■ **Problem details**
Your task is to copy each line of the material that holds the word "whether".

■ **Data supplied**
┌──
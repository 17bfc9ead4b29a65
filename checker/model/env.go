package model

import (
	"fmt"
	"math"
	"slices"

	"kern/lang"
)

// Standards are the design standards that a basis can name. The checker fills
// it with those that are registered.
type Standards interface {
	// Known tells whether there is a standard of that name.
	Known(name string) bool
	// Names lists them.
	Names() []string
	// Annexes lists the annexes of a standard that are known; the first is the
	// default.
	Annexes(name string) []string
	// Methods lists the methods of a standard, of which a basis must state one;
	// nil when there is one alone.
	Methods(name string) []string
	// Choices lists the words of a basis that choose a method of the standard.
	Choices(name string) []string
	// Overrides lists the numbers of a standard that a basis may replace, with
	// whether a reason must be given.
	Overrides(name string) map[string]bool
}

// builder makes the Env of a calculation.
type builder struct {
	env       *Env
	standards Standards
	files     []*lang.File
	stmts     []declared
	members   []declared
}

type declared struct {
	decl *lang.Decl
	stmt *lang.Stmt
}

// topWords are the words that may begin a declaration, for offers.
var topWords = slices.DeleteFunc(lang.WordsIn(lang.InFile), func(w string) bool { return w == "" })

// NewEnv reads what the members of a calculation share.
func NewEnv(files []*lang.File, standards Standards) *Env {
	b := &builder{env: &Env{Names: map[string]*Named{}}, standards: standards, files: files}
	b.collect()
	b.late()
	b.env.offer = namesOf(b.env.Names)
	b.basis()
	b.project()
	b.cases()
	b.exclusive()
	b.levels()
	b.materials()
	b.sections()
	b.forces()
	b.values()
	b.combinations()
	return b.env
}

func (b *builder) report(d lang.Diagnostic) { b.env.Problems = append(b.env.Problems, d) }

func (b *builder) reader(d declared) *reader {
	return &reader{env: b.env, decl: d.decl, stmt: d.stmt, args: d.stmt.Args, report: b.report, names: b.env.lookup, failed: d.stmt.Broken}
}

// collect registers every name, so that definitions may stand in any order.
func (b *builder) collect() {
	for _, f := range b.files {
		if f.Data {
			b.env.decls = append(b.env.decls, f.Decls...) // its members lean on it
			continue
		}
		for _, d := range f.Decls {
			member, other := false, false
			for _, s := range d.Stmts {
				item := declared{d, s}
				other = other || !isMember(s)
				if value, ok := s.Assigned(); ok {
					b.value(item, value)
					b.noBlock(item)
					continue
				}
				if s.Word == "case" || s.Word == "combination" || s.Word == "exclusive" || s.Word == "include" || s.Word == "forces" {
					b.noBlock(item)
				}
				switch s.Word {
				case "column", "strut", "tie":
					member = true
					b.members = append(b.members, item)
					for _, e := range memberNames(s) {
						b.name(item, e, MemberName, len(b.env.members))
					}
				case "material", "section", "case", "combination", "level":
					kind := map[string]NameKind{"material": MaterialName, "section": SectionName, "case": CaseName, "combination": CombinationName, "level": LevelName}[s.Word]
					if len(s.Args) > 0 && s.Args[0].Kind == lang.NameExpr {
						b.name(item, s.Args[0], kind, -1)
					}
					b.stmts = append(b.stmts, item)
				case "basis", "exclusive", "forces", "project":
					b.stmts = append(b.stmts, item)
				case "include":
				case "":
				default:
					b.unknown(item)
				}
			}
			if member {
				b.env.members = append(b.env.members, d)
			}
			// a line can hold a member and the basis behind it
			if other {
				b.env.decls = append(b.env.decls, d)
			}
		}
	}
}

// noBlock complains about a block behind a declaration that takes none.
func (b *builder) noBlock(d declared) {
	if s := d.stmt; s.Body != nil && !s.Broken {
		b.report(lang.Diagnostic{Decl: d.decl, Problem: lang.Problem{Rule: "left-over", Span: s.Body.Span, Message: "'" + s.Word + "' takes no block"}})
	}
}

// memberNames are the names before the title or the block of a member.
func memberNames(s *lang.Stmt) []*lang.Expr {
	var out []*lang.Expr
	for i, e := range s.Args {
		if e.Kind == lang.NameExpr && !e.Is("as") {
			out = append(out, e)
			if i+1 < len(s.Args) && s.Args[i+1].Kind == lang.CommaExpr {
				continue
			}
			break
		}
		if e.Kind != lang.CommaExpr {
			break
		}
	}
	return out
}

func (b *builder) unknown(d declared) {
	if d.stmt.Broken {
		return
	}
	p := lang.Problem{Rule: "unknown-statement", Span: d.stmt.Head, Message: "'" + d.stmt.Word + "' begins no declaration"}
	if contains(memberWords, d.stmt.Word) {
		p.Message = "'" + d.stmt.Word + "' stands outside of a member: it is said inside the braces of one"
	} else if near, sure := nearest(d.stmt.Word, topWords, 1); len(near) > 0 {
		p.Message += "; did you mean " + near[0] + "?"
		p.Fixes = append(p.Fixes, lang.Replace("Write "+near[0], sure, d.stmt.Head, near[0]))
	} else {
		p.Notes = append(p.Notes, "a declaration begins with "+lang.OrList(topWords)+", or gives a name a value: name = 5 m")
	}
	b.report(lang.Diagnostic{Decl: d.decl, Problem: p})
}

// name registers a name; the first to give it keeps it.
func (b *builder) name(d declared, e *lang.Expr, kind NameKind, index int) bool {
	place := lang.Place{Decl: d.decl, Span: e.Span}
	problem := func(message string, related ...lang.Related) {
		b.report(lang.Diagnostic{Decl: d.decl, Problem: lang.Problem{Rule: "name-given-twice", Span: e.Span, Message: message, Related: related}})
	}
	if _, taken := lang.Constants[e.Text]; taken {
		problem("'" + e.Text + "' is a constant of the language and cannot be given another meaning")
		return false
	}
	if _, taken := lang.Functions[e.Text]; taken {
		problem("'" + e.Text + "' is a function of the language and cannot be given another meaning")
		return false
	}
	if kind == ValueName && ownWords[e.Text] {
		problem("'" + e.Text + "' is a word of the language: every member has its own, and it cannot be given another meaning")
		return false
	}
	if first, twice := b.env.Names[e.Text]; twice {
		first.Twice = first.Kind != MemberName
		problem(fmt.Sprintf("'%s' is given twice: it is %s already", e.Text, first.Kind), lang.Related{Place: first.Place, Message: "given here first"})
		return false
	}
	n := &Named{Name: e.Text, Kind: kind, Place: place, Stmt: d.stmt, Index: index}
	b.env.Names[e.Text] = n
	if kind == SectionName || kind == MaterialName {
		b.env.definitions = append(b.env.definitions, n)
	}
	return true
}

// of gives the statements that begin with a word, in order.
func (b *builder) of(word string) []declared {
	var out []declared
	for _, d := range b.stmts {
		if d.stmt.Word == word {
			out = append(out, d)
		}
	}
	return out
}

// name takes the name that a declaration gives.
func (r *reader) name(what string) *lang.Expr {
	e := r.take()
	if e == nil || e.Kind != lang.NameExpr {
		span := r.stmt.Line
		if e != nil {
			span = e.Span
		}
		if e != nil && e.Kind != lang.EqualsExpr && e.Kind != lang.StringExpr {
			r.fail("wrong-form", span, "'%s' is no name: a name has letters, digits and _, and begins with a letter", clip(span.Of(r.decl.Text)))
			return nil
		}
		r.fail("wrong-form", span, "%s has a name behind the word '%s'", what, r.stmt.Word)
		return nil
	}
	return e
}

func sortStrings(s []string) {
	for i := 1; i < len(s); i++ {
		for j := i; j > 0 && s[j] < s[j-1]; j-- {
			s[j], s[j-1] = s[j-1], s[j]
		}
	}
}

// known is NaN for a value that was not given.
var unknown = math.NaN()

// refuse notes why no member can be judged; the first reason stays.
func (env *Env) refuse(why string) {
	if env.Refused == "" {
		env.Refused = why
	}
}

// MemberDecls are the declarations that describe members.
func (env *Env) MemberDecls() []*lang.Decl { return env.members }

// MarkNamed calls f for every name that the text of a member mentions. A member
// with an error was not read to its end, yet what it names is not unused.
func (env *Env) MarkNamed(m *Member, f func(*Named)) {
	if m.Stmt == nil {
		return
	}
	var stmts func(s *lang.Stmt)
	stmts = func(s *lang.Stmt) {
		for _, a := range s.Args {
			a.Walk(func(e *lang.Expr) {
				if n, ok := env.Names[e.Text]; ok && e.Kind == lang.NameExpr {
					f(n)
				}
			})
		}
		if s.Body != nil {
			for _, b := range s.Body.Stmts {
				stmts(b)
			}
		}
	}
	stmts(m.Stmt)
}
└──
■ **Task answer**
	// Known tells whether there is a standard of that name.
	// whether a reason must be given.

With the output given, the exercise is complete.